The fix is simple, of course:
if (!pktlen)
return GPG_ERR_INV_PACKET;
int version = iobuf_get_noeof (inp);
pktlen--;But this needs to be done everywhere input is read. Which is literally dozens of places for this parser alone, and which often requires counting the required input bytes manually:
$ grep pktlen parse-packet.c |grep if
...(snippet)...
parse-packet.c: if (pktlen != 3)
parse-packet.c: if (pktlen < 4)
parse-packet.c: if (pktlen > 200)
parse-packet.c: if (pktlen < 2)
parse-packet.c: if (minlen > pktlen)
parse-packet.c: if (pktlen < 12)
parse-packet.c: if (pktlen < 16)
parse-packet.c: if (pktlen == 0)
parse-packet.c: if (pktlen == 0)
parse-packet.c: if (pktlen < 12)
parse-packet.c: if (pktlen < 2)
parse-packet.c: if (pktlen < 2)
parse-packet.c: if (pktlen < n)
parse-packet.c: if (pktlen < 2)
parse-packet.c: if (pktlen < n)
parse-packet.c: if (pktlen < 2)
parse-packet.c: if (pktlen > (5 * MAX_EXTERN_MPI_BITS / 8))
parse-packet.c: if (pktlen < 13)
parse-packet.c: if (!pktlen)
parse-packet.c: if (pktlen < 11)
parse-packet.c: else if (pktlen > MAX_KEY_PACKET_LENGTH)
parse-packet.c: if (pktlen < 1)
...(and so on)...
This is really awkward, and can lead to hard to find errors. Good software engineering principles require us to refactor the code to eliminate these redundancies. And one way to do so rigorously is by consistently applying a formal grammar even in simple cases.
PEGTL is a good example how the C++ template system can be used in a constructive and positive way. The grammar is written in native C++, instead of a domain specific-language. PEGTL then generates a parser which is completely inlined, and can be optimized by the compiler.
This means that, essentially, the above 12 lines of code to formally
parse a version byte and store it into a variable, should be compiled
to essentially the correct 4-line version in the GnuPG code. There
are some minor differences, because the must<> rule generates an
exception instead of returning an error value, but this is by choice.
The overhead is purely syntactical. The important benefit is that the
source code expresses the intent of the program to the reader, while
the toolchain takes care of compiling it to efficient code.
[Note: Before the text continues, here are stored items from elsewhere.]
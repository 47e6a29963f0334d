//! A receiver's power sweep written as CSV (one row per hop: date, time, the hop's lowest and
//! highest frequency in hertz, the bin step in hertz, the samples averaged, then one power in
//! dB per bin; the layout that common command-line sweep tools for software-defined receivers
//! write), reduced to the carrier: the strongest bin's frequency, with the bin step as its
//! error (the resolution: the carrier lies somewhere in the bin, and tools differ on whether a
//! bin's frequency is its lower edge or its centre; no interpolation between bins is claimed).
//!
//! Text in, numbers out: no file is opened here.

/// The carrier found in a sweep.
#[derive(Clone, Copy, Debug, PartialEq)]
pub struct Carrier {
    /// The strongest bin's frequency, hertz (the bin's lower edge plus half a step).
    pub frequency: f64,
    /// The bin step, hertz: the reading's error.
    pub error: f64,
    /// Its power, dB (as the file gives it).
    pub power_db: f64,
    /// How far it stands above the median of all bins, dB.
    pub above_median_db: f64,
    /// Bins read.
    pub bins: usize,
}

/// Why a sweep was refused: the line (1-based) and the reason.
#[derive(Clone, Debug, PartialEq, Eq)]
pub struct SweepError {
    /// Line of the file, counted from 1; 0 when no one line is to blame.
    pub line: usize,
    /// What is wrong, in words.
    pub reason: String,
}

impl std::fmt::Display for SweepError {
    fn fmt(&self, f: &mut std::fmt::Formatter<'_>) -> std::fmt::Result {
        if self.line == 0 {
            write!(f, "{}", self.reason)
        } else {
            write!(f, "line {}: {}", self.line, self.reason)
        }
    }
}

/// A carrier must stand this far above the median of the bins to be taken for one, dB
/// (common practice: a clear signal on a quiet band is tens of dB up; a few dB is noise).
pub const MIN_ABOVE_MEDIAN_DB: f64 = 10.0;

fn field(line: usize, text: &str, what: &str) -> Result<f64, SweepError> {
    let v: f64 = text.trim().parse().map_err(|_| SweepError {
        line,
        reason: format!("the {what} '{}' is not a number", shorten(text.trim())),
    })?;
    if v.is_finite() {
        Ok(v)
    } else {
        Err(SweepError {
            line,
            reason: format!("the {what} is not a finite number"),
        })
    }
}

fn shorten(s: &str) -> String {
    let t: String = s.chars().take(24).collect();
    if s.chars().count() > 24 { t + "…" } else { t }
}

/// Reads `text` and finds the carrier.
pub fn carrier(text: &str) -> Result<Carrier, SweepError> {
    let mut best: Option<(f64, f64, f64)> = None; // (power, frequency, step)
    let mut powers = Vec::new();
    for (index, raw) in text.lines().enumerate() {
        let line = index + 1;
        let content = raw.trim();
        if content.is_empty() || content.starts_with('#') {
            continue;
        }
        let cells: Vec<&str> = content.split(',').collect();
        if cells.len() < 7 {
            return Err(SweepError {
                line,
                reason: format!(
                    "{} columns: a row needs date, time, lowest Hz, highest Hz, step Hz, \
                     samples and at least one power in dB",
                    cells.len()
                ),
            });
        }
        let low = field(line, cells[2], "lowest frequency")?;
        let high = field(line, cells[3], "highest frequency")?;
        let step = field(line, cells[4], "bin step")?;
        if low <= 0.0 || high <= low || step <= 0.0 || step > high - low {
            return Err(SweepError {
                line,
                reason: "the row's frequencies must rise (0 < lowest < highest) with a step \
                         above 0 and at most the row's span"
                    .into(),
            });
        }
        for (i, cell) in cells[6..].iter().enumerate() {
            let p = field(line, cell, "power")?;
            let f = low + (i as f64 + 0.5) * step;
            powers.push(p);
            if best.is_none_or(|b| p > b.0) {
                best = Some((p, f, step));
            }
        }
    }
    let Some((power, frequency, error)) = best else {
        return Err(SweepError {
            line: 0,
            reason: "the file holds no sweep rows".into(),
        });
    };
    powers.sort_by(f64::total_cmp);
    let median = powers[powers.len() / 2];
    let above = power - median;
    if above < MIN_ABOVE_MEDIAN_DB {
        return Err(SweepError {
            line: 0,
            reason: format!(
                "no carrier: the strongest bin ({}) stands only {above:.1} dB above the \
                 median of the sweep (at least {MIN_ABOVE_MEDIAN_DB} dB is needed)",
                crate::tuning::digits::mhz(frequency)
            ),
        });
    }
    Ok(Carrier {
        frequency,
        error,
        power_db: power,
        above_median_db: above,
        bins: powers.len(),
    })
}
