def render_html(doc: Document, svgs: Mapping[str, str]) -> str:
    """One self-contained HTML file: inline CSS, inline SVG figures, no external resources."""
    e = html.escape
    parts = [
        "<!DOCTYPE html>",
        '<html lang="en"><head><meta charset="utf-8">',
        '<meta name="viewport" content="width=device-width, initial-scale=1">',
        f"<title>{e(doc.title)}: stage report</title>",
        f"<style>{_CSS}</style></head><body>",
        f"<header><h1>{e(doc.title)}</h1><p class=\"subtitle\">{e(doc.subtitle)}</p></header>",
    ]
    cls = "" if doc.status_ok is None else (" ok" if doc.status_ok else " bad")
    parts.append(f'<p class="status{cls}">{e(doc.status)}</p>')
    for k, sec in enumerate(doc.sections):
        css = f' class="{sec.css_class}"' if sec.css_class else ""
        parts.append(f'<section{css} id="s{k + 1}"><h2>{e(sec.title)}</h2>')
        for block in sec.blocks:
            if isinstance(block, str):
                parts.append(f"<p>{e(block)}</p>")
            elif isinstance(block, list):
                parts.append("<ul>" + "".join(f"<li>{e(i)}</li>" for i in block) + "</ul>")
            elif isinstance(block, Table):
                parts.append(_html_table(block))
            elif isinstance(block, Figure):
                svg = svgs.get(block.name)
                art = (inline_svg(svg, f"fig-{block.name}", block.alt) if svg
                       else f"<p>({e(block.name)} figure not available)</p>")
                parts.append(f'<figure><div class="art">{art}</div>'
                             f"<figcaption>{e(block.caption)}</figcaption></figure>")
        parts.append("</section>")
    parts.append("<footer>Generated by stagesynth from the design's own analysis. All figures "
                 "are predictions of the reference device model at the stated conditions."
                 "</footer>")
    parts.append("</body></html>")
    return "\n".join(parts) + "\n"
I hope I could convince you that it might be a good idea to follow the LANGSEC recommendation not only for complex input languages, but consistently throughout a program even for seemingly trivial cases. I understand that this is not an option for everybody, in all circumstances. Especially dynamic programming languages struggle with performance problems, because they have significant call overhead and can not inline as aggressively as C++ template libraries.
If you have worked on software projects that followed this approach, I would love to hear about your experiences, good or bad!